> _Work instruction_:
Your task is to gather the lines below that hold the string "signal".

> _Stored items_:
--------------------------------------------------

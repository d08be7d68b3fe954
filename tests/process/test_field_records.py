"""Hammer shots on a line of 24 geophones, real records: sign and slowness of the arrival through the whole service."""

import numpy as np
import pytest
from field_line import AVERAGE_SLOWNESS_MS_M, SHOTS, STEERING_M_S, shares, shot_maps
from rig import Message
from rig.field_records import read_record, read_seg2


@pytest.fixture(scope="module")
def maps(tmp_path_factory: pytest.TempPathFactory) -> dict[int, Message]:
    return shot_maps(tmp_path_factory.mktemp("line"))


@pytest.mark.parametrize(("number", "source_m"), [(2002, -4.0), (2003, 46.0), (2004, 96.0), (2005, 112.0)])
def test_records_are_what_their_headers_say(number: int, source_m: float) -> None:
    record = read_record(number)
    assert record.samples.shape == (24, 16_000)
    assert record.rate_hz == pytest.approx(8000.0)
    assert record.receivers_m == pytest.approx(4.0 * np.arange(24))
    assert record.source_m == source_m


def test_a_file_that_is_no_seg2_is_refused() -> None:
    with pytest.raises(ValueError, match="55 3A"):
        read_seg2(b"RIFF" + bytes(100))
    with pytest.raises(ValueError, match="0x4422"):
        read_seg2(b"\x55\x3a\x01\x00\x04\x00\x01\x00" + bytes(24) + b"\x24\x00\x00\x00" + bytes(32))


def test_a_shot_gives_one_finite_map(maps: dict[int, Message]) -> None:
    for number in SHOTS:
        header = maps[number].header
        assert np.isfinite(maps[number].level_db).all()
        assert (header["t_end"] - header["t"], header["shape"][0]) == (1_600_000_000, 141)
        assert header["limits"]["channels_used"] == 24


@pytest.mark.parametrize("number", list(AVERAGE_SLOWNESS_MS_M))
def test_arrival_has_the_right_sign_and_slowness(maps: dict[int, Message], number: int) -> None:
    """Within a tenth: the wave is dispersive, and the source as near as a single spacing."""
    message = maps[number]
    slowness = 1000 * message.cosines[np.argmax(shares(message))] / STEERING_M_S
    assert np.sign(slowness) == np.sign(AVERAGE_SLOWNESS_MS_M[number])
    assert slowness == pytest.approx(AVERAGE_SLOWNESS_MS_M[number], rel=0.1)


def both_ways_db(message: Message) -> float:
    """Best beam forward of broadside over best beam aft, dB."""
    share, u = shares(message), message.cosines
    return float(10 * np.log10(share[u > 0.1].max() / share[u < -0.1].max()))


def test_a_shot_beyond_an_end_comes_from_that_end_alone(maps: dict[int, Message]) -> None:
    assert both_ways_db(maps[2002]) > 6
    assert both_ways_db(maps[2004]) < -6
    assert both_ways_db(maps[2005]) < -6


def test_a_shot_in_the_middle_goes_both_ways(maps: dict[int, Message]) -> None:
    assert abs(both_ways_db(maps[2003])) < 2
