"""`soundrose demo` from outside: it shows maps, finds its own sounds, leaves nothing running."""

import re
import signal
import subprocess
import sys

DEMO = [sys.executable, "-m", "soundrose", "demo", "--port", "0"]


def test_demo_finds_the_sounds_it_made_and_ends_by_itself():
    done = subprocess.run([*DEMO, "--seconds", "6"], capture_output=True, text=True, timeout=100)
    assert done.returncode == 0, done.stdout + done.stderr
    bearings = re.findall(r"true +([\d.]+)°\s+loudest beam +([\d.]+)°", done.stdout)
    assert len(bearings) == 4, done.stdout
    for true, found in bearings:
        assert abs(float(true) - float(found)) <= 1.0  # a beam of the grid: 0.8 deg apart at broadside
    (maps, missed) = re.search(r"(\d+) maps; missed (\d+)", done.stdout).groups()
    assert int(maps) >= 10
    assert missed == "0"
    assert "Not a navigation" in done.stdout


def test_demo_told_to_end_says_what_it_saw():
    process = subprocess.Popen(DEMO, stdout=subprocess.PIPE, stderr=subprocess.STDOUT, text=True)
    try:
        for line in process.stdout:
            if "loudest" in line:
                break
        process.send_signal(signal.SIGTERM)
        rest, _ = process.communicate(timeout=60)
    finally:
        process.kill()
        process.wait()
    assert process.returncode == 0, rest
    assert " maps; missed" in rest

--------------------------------------------------

> _Response to the exercise_:
import signal
        process.send_signal(signal.SIGTERM)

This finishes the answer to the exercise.